Dap treatment reduced the protein levels of SGK1, p‐Foxo1, and IL‐23R in kidney Th17 cells of db/db mice. Mice were randomly allocated into the following groups: Th17 cells were isolated from the kidneys in nondiabetic C57BLKS/J mice (NC), and diabetic db/db mice treated with normal saline (DM), Dap (1 mg·kg⁻¹), or voglibose (Vog; 0.6 mg·kg⁻¹) (n = 6 for each group). The Th17 cells were collected from CD4+ CD62L+ naive T cells after stimulation with recombinant TGF‐β (3 ng·mL⁻¹), IL‐6 (300 IU·mL⁻¹), and IL‐23 (300 IU·mL⁻¹).
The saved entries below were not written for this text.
"""A settle time stated in the sequence: read, judged by RC physics, and trusted by the engine.

Physics used (textbook first-order RC settling, no project source): after a step change, a
capacitor's voltage is left ``exp(-t / tau)`` of the way from its final value, ``tau = R C``.
Settled to 1 ppm of the swing takes ``ln(1e6) = 13.8`` time constants (mathematics).
"""

from __future__ import annotations

import sqlite3
import time
from collections.abc import Callable
from pathlib import Path

import pytest
from bench_helpers import SEQUENCES, shipped_plan
from offline_station import offline_demo_station

from rig.analysis.settling import PPM_TIME_CONSTANTS, route_settling
from rig.cli import main
from rig.config.fixture import load_fixture
from rig.config.reader import TomlDoc
from rig.config.sequence import parse_sequence
from rig.config.station import load_station
from rig.config.unit_file import load_unit
from rig.events import StepResult
from rig.plan import build_plan
from rig.runner import run_plan
from rig.sim.bench import VirtualBench
from rig.sim.timing import Timing

R_OHM, C_FARAD = 10_000.0, 1e-6
TAU_S = R_OHM * C_FARAD  # 10 ms

SLOW_UNIT = f"""
# invented test unit: 10 kohm with 1 uF across it (tau 10 ms on the meter's ohms source), and a
# 100 ohm resistor elsewhere to read first, so the next route starts far from its final value
[unit]
name = "slow"
fixture = "{SEQUENCES / "demo-fixture.toml"}"
[resistors.slow]
between = ["T1", "T2"]
value = "10 kohm"
[capacitors.slow_cap]
between = ["T1", "T2"]
value = "1 uF"
[resistors.quick]
between = ["S_SIG", "S_GND"]
value = "100 ohm"
"""


def slow_sequence(settle: str | None) -> str:
    stated = "" if settle is None else f'settle = "{settle}"\n'
    return (
        '[sequence]\nname = "slow"\nreorder = false\n'
        + stated
        + '[[steps]]\nid = "quick"\nkind = "resistance"\nhi = "S_SIG"\nlo = "S_GND"\n'
        'range = "1 kohm"\nlow = "90 ohm"\nhigh = "110 ohm"\n'
        '[[steps]]\nid = "slow"\nkind = "resistance"\nhi = "T1"\nlo = "T2"\n'
        'range = "100 kohm"\nlow = "9.5 kohm"\nhigh = "10.5 kohm"\n'
    )


def parsed(text: str) -> tuple[object, list[str]]:
    doc = TomlDoc(Path("s.toml"), text=text)
    sequence = parse_sequence(doc)
    return sequence, [f"{p.key}: {p.message}" for p in doc.problems]


# ---- the file ----------------------------------------------------------------------------------


def test_settle_is_read_from_the_sequence_and_a_step_overrides_it() -> None:
    text = slow_sequence("2 ms").replace('id = "slow"\n', 'id = "slow"\nsettle = "150 ms"\n')
    sequence, problems = parsed(text)
    assert problems == []
    quick, slow = sequence.steps  # type: ignore[attr-defined]
    assert quick.settle_s == pytest.approx(0.002) and slow.settle_s == pytest.approx(0.150)
    sequence, _ = parsed(slow_sequence(None))
    assert all(s.settle_s is None for s in sequence.steps)  # type: ignore[attr-defined]


def test_a_negative_or_misplaced_settle_names_its_key() -> None:
    _, problems = parsed(
        slow_sequence(None).replace('id = "slow"\n', 'id = "slow"\nsettle = "-1 ms"\n')
    )
    assert problems == ["steps[1].settle: expected a settle time of 0 s or more, found '-1 ms'"]
    prompt = '[sequence]\nname = "p"\n[[steps]]\nid = "ask"\nkind = "prompt"\ntext = "go"\n'
    _, problems = parsed(prompt + 'settle = "1 ms"\n')
    assert problems == [
        "steps[0].settle: a prompt step takes no settle: it asks the operator; no meter is read"
    ]


# ---- the engine on the bench -----------------------------------------------------------------


def run_slow(tmp_path: Path, settle: str | None) -> tuple[float, int]:
    """The slow step's value and how many readings it took, in real timing."""
    result = run_slow_text(tmp_path, slow_sequence(settle))
    return result.value, result.readings


def run_slow_text(
    tmp_path: Path,
    text: str,
    *,
    relay_operate_s: float = 0.005,
    watch: Callable[[VirtualBench], None] = lambda bench: None,
) -> StepResult:
    """The result of the step ``slow`` of sequence ``text`` on the slow unit, in real timing;
    ``watch`` is given the started bench before the run."""
    tmp_path.mkdir(parents=True, exist_ok=True)
    unit_file = tmp_path / "slow-unit.toml"
    unit_file.write_text(SLOW_UNIT, encoding="utf-8")
    unit = load_unit(unit_file)
    bench = VirtualBench(
        unit, load_fixture(unit.fixture_path), timing=Timing.REAL, relay_operate_s=relay_operate_s
    )
    bench.start()
    watch(bench)
    try:
        station_path = bench.write_station(tmp_path / "station.toml", data_dir=str(tmp_path))
        sequence_path = tmp_path / "slow.toml"
        sequence_path.write_text(text, encoding="utf-8")
        station = load_station(station_path)
        doc = TomlDoc(sequence_path)
        plan = build_plan(parse_sequence(doc), station)
        doc.raise_if_problems()
        summary = run_plan(plan, "SLOW-1")
    finally:
        bench.stop()
    result = next(r for r in summary.results if r.step_id == "slow")
    with sqlite3.connect(station.store_path) as db:
        settled = db.execute(
            "SELECT settled FROM readings WHERE run_id=? AND step_id='slow' ORDER BY id",
            (summary.run_id,),
        ).fetchall()
    assert settled[-1] == (1,)  # the reading judged is the one marked settled
    return result


@pytest.mark.slow
def test_a_long_enough_stated_settle_gives_the_final_value_in_one_reading(tmp_path: Path) -> None:
    # 150 ms = 15 tau: within exp(-15) = 3e-7 of the final value, one reading after the wait.
    value, readings = run_slow(tmp_path, "150 ms")
    assert readings == 1
    assert value == pytest.approx(R_OHM, rel=1e-3)


@pytest.mark.slow
def test_a_stated_settle_is_trusted_and_without_one_the_proof_waits_it_out(tmp_path: Path) -> None:
    # Stated as 0 ms on a 10 ms circuit: read at once, about exp(-t / tau) of the 100 ohm ->
    # 10 kohm swing still missing, and the engine takes the engineer's word for it (one reading).
    value, readings = run_slow(tmp_path / "trusted", "0 ms")
    assert readings == 1
    assert value < R_OHM * 0.99  # visibly short of 10 kohm: why a settle must not be guessed
    # Not stated: the engine reads until two readings agree, which takes some integrations.
    value, readings = run_slow(tmp_path / "proved", None)
    assert readings >= 3
    assert value == pytest.approx(R_OHM, rel=1e-3)


# ---- settling on the unit model ---------------------------------------------------------------


def slow_plan(tmp_path: Path, settle: str | None) -> tuple[object, object]:
    unit_file = tmp_path / "slow-unit.toml"
    unit_file.write_text(SLOW_UNIT, encoding="utf-8")
    station = offline_demo_station("settle-test", tmp_path)
    doc = TomlDoc(tmp_path / "slow.toml", text=slow_sequence(settle))
    plan = build_plan(parse_sequence(doc), station)
    doc.raise_if_problems()
    return plan, load_unit(unit_file)


def test_the_time_constant_of_a_route_is_r_times_c(tmp_path: Path) -> None:
    # The ohms source is a current source (no conductance): the capacitor sees the 10 kohm alone,
    # plus two relay contacts of a fraction of an ohm.  tau = R C (textbook).
    plan, unit = slow_plan(tmp_path, "1 ms")
    by_step = {r.step_id: r for r in route_settling(plan, unit)}  # type: ignore[arg-type]
    assert by_step["slow"].tau_s == pytest.approx(TAU_S, rel=1e-3)
    assert by_step["slow"].needed_s == pytest.approx(PPM_TIME_CONSTANTS * TAU_S, rel=1e-3)
    assert by_step["slow"].short  # 1 ms stated against 138 ms needed
    assert by_step["quick"].tau_s == 0.0 and not by_step["quick"].short  # no capacitor there


def test_rig_check_with_a_unit_warns_of_a_settle_stated_too_short(
    tmp_path: Path, capsys: pytest.CaptureFixture[str]
) -> None:
    slow_plan(tmp_path, "1 ms")  # writes the unit and the station
    sequence = tmp_path / "slow.toml"
    sequence.write_text(slow_sequence("1 ms"), encoding="utf-8")
    args = ["check", str(sequence), "--station", str(tmp_path / "station.toml")]
    assert main([*args, "--unit", str(tmp_path / "slow-unit.toml")]) == 0
    out = capsys.readouterr().out
    assert "settling on the unit model slow-unit.toml" in out
    assert "warning: step slow states settle 1 ms but its route needs 138 ms" in out


@pytest.mark.parametrize(
    ("unit", "sequence"),
    [
        ("temp-circuit", "temp-circuit-check"),
        ("pressure-circuit", "pressure-circuit-check"),
        ("ntc-sender", "ntc-sender-screen"),
    ],
)
def test_shipped_settle_times_cover_the_units_time_constants(
    unit: str, sequence: str, tmp_path: Path
) -> None:
    """Every meter step states a settle of at least 13.8 times the slowest time constant its
    route shows on the unit model (settled to 1 ppm)."""
    station = offline_demo_station("shipped-settle", tmp_path)
    plan = shipped_plan(sequence, station)
    found = route_settling(plan, load_unit(SEQUENCES / "units" / f"{unit}.toml"))
    assert found and all(r.stated_s is not None and not r.short for r in found), found
    model = load_unit(SEQUENCES / "units" / f"{unit}.toml")
    if model.capacitors:  # a real check, not a vacuous one: the filter shows on some route
        assert max(r.tau_s for r in found) > 0


@pytest.mark.slow
def test_a_new_meter_function_on_the_same_route_waits_the_settle_again(tmp_path: Path) -> None:
    # Volts, then ohms on the same two pins: no relay moves, but the ohms test current now
    # charges the 1 uF, so the stated 150 ms runs again from the change of function.
    text = (
        '[sequence]\nname = "slow"\nreorder = false\nsettle = "150 ms"\n'
        '[[steps]]\nid = "volts-first"\nkind = "volts"\nhi = "T1"\nlo = "T2"\n'
        'low = "-1 V"\nhigh = "1 V"\n'
        '[[steps]]\nid = "slow"\nkind = "resistance"\nhi = "T1"\nlo = "T2"\n'
        'range = "100 kohm"\nlow = "9.5 kohm"\nhigh = "10.5 kohm"\n'
    )
    result = run_slow_text(tmp_path, text)
    assert result.readings == 1
    assert result.settle_s >= 0.14  # the wait, measured by the engine (a floor: never shorter)
    assert result.value == pytest.approx(R_OHM, rel=1e-3)


def test_the_meter_is_set_up_while_the_relays_move_and_the_settle_runs_from_them(
    tmp_path: Path,
) -> None:
    # The quick step leaves the meter on its 1 kohm range; the slow step needs 100 kohm on other
    # pins.  The range is sent while the relays close (40 ms here, so the order is plain), and
    # the stated 150 ms still runs from the relays' change, when the 1 uF starts charging.
    got: list[tuple[float, str]] = []  # what the virtual meter received, and when
    benches: list[VirtualBench] = []

    def watch(bench: VirtualBench) -> None:
        handle = bench.dmm.handle

        def noted(line: str) -> str | None:
            got.append((time.monotonic(), line))
            return handle(line)

        bench.dmm.handle = noted  # type: ignore[method-assign]
        benches.append(bench)

    result = run_slow_text(tmp_path, slow_sequence("150 ms"), relay_operate_s=0.04, watch=watch)
    events = benches[0].relay_box.events()
    closed = max(e.t for e in events if e.action == "close")  # the slow route's contacts
    setup = next(t for t, line in reversed(got) if "RANG 100000" in line)
    read = max(t for t, line in got if "READ?" in line)
    assert setup < closed  # set up while the contacts moved
    assert read - closed >= 0.15  # the settle counted from the relays, never shorter
    assert result.readings == 1
    assert result.value == pytest.approx(R_OHM, rel=1e-3)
Total cell proteins were extracted from Th17 cells for western blot analyses. Equal amounts of protein (20 μg) extracted from Th17 cells were incubated with the following primary antibodies: SGK1, p‐Foxo1, and IL‐23R. (A) representative images for SGK1, p‐Foxo1, and IL‐23R expression; (B) semi‐quantitative analysis for SGK1 expression; (C) semi‐quantitative analysis for p‐Foxo1 expression; (D) semi‐quantitative analysis for IL‐23R expression. Quantitative data are presented as mean ± SD. One‐way ANOVA with SNK test or Dunnett's T3 test was used for statistical analysis. **, P < 0.01 compared with the NC group; ##, P < 0.01 compared with the DM group.